Future generations will look back on this era one day with the same moral revulsion that we have today for Dickensian England, for the Confederacy during the time of slavery, and for Salem during the witch trials. The culture that has produced the renaissance of Ayn Rand and the celebration of human misery that cheers on executions and the death of the uninsured will one day be viewed with no more fair regard than the Gilded Age culture of the late 19th century that produced J.P. Morgan and the Massacre at Wounded Knee. Equanimity in the face of such an abdication of basic human compassion and moral anomie is not a sign of emotional maturity, but rather a retreat into the safe, sanctimonious sepulchers of the church of the savvy.

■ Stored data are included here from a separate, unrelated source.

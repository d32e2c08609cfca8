package roi

import (
	"bytes"
	"encoding/binary"
	"fmt"
	"math"
	"os"
	"os/exec"
	"path/filepath"
	"strconv"
	"strings"
	"testing"

	"voxgamma/internal/reftool"
	"voxgamma/phantom"
)

// numpyPython returns a Python 3 interpreter that imports numpy, or fails
// (CI) or skips the test.
func numpyPython(t *testing.T) string {
	t.Helper()
	return reftool.Python(t, "apt-get install python3-numpy", "numpy")
}

// numpyScript computes, from doses and volumes, the weighted D_x by the
// definition stated in the package documentation (sort by decreasing dose,
// cumulative volume, the smallest rank whose cumulative volume reaches
// x·total to within 1e-9 of the total), the volume-weighted mean dose, and
// V_d (volume with dose ≥ d).
const numpyScript = `
import sys
import numpy as np
raw = np.fromfile(sys.argv[1], dtype='<f8')
n = raw.size // 2
d, w = raw[:n], raw[n:]
order = np.argsort(-d, kind='stable')
ds, ws = d[order], w[order]
cum = np.cumsum(ws)
total = cum[-1]
for p in sys.argv[2].split(','):
    p = float(p)
    m = int(np.searchsorted(cum, p / 100 * total - 1e-9 * total, side='left'))
    m = min(m, n - 1)
    print('D', p, repr(float(ds[m])))
print('mean', repr(float(np.average(d, weights=w))))
for v in sys.argv[3].split(','):
    v = float(v)
    print('V', v, repr(float(w[d >= v].sum())))
print('total', repr(float(total)))
`

// TestDVHAgainstNumpy compares D_x, the mean and V_d with the same
// definitions computed by numpy on the same voxel data: a rasterised sphere
// under an invented Gaussian dose (partial-volume weights) and 200 000
// random voxels; the sphere's D98, D95, D50, D2, mean, volume and V_d also
// as RegionSummary's radix selection computes them.
func TestDVHAgainstNumpy(t *testing.T) {
	py := numpyPython(t)
	dir := t.TempDir()
	script := filepath.Join(dir, "dvh.py")
	if err := os.WriteFile(script, []byte(numpyScript), 0o644); err != nil {
		t.Fatal(err)
	}

	sph := phantom.Sphere{Centre: [3]float64{1.1, -0.4, 0.3}, Radius: 12}
	roi := mustROI(t, sph, phantom.ROISpec{Name: "sphere", PlaneSpacing: 2})
	g := boxGrid(t, [3]float64{-12, -12, -12}, [3]float64{12, 12, 12}, [3]float64{1.5, 1.5, 1.5}, [3]float64{0.2, 0.5, 0.7})
	if err := phantom.Fill(g, phantom.Gaussian([3]float64{4, 0, 0}, 9, 70)); err != nil {
		t.Fatal(err)
	}
	reg := mustRasterise(t, g, &roi, Options{})
	var d1, w1 []float64
	for n, f := range reg.Cover.All() {
		d1 = append(d1, float64(g.Data[n]))
		w1 = append(w1, float64(f)*reg.Sizes().Volume(int(n))/1000)
	}
	d2, w2 := randomDVHInput(200_000, 11)

	pcts := []float64{0, 1, 2, 5, 10, 25, 50, 75, 90, 95, 98, 99, 100}
	levels := []float64{5, 10, 20, 30, 40, 50, 60}
	for _, c := range []struct {
		name string
		d, w []float64
	}{{"rasterised sphere", d1, w1}, {"random voxels", d2, w2}} {
		h, err := NewDVH(c.name, c.d, c.w)
		if err != nil {
			t.Fatal(err)
		}
		// The region's summary by radix selection (RegionSummary's way
		// for regions of 2¹⁶ voxels or more) is held to numpy's values too.
		var sum *Metrics
		if c.name == "rasterised sphere" {
			s, err := radixSummary(g, reg, levels, 0)
			if err != nil {
				t.Fatal(err)
			}
			sum = &s.Metrics
		}
		var buf bytes.Buffer
		if err := binary.Write(&buf, binary.LittleEndian, c.d); err != nil {
			t.Fatal(err)
		}
		if err := binary.Write(&buf, binary.LittleEndian, c.w); err != nil {
			t.Fatal(err)
		}
		data := filepath.Join(dir, "voxels.bin")
		if err := os.WriteFile(data, buf.Bytes(), 0o644); err != nil {
			t.Fatal(err)
		}
		out, err := exec.Command(py, script, data, joinFloats(pcts), joinFloats(levels)).CombinedOutput()
		if err != nil {
			t.Fatalf("%s: numpy script: %v\n%s", c.name, err, out)
		}
		checked := 0
		for _, line := range strings.Split(strings.TrimSpace(string(out)), "\n") {
			f := strings.Fields(line)
			val, err := strconv.ParseFloat(f[len(f)-1], 64)
			if err != nil {
				t.Fatalf("%s: numpy output %q", c.name, line)
			}
			var got float64
			var what string
			tol := 0.0
			switch f[0] {
			case "D":
				p, _ := strconv.ParseFloat(f[1], 64)
				got, what = h.DPercent(p), "D"+f[1]+"%"
			case "V":
				v, _ := strconv.ParseFloat(f[1], 64)
				got, _ = h.V(v)
				what, tol = "V"+f[1]+"Gy", 1e-9*h.TotalCC // summation order differs
			case "mean":
				got, what, tol = h.Mean, "Dmean", 1e-9*h.Max
			case "total":
				got, what, tol = h.TotalCC, "volume", 1e-9*h.TotalCC
			default:
				t.Fatalf("%s: numpy output %q", c.name, line)
			}
			if math.Abs(got-val) > tol {
				t.Errorf("%s: %s = %.17g, numpy %.17g", c.name, what, got, val)
			}
			if sum != nil {
				if s, ok := summaryValue(sum, f[0], f[1], levels); ok && math.Abs(s-val) > tol {
					t.Errorf("%s: summary's %s = %.17g, numpy %.17g", c.name, what, s, val)
				}
			}
			checked++
		}
		if checked != len(pcts)+len(levels)+2 {
			t.Errorf("%s: %d values compared, want %d", c.name, checked, len(pcts)+len(levels)+2)
		}
	}
}

// summaryValue returns the value of m that a line of numpyScript's output
// gives (kind "D", "V", "mean" or "total", at arg), if m has it.
func summaryValue(m *Metrics, kind, arg string, levels []float64) (float64, bool) {
	x, _ := strconv.ParseFloat(arg, 64)
	switch kind {
	case "D":
		v, ok := map[float64]float64{98: m.D98, 95: m.D95, 50: m.D50, 2: m.D2}[x]
		return v, ok
	case "V":
		for i, l := range levels {
			if l == x {
				return m.V[i].CC, true
			}
		}
	case "mean":
		return m.Mean, true
	case "total":
		return m.VolumeCC, true
	}
	return 0, false
}

func joinFloats(v []float64) string {
	s := make([]string, len(v))
	for i, x := range v {
		s[i] = fmt.Sprint(x)
	}
	return strings.Join(s, ",")
}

Somerby has more than once compared me with Diomedes of Homeric fame, the warrior who became so enraged in battle that he fought mortal and immortal alike indiscriminately. As a student of the Classics who has read much of the Iliad in the original Greek, I find the comparison most amusing. First, the aristeia of Diomedes in fighting even the Gods if necessary helped save the Greek ships from the Trojan flame. But more importantly, the appeal to Homeric archetypes is itself deeply flawed. In modern times Greeks and Trojans no longer square off against one another, needing the counsel of wise advisers like Nestor to calm fervid warrior spirits. In modern times, the elite rulers Agamemnon and Priam have joined forces to steal all the wealth of the Greeks and Trojans together, then sail away to offshore havens in contempt of divine or terrestrial justice. And they have raised a deluded army of soldiers who have swapped out their boar's tusk helmets for tri-cornered hats, willing to wish them Zeus-speed so long as they can remain, in their squalor, superior to their helot slaves. In this situation, it is well past time to reclaim from our modern-day Agamemnons what is not rightfully theirs, without much regard for the minority who stand in the way.

Or perhaps, to use another Homeric analogy, the better metaphor for what Wall Street is doing to America lies not in Iliad at all, but in the Odyssey, in which hordes of wealthy suitors eat Odysseus' family and the people of Ithaca out of house, home and land. Homer understood exactly what sort of justice awaited such men.

Fortunately, as a liberal I don't believe in that vision of retributive justice. But I might be able to empathize with those who do.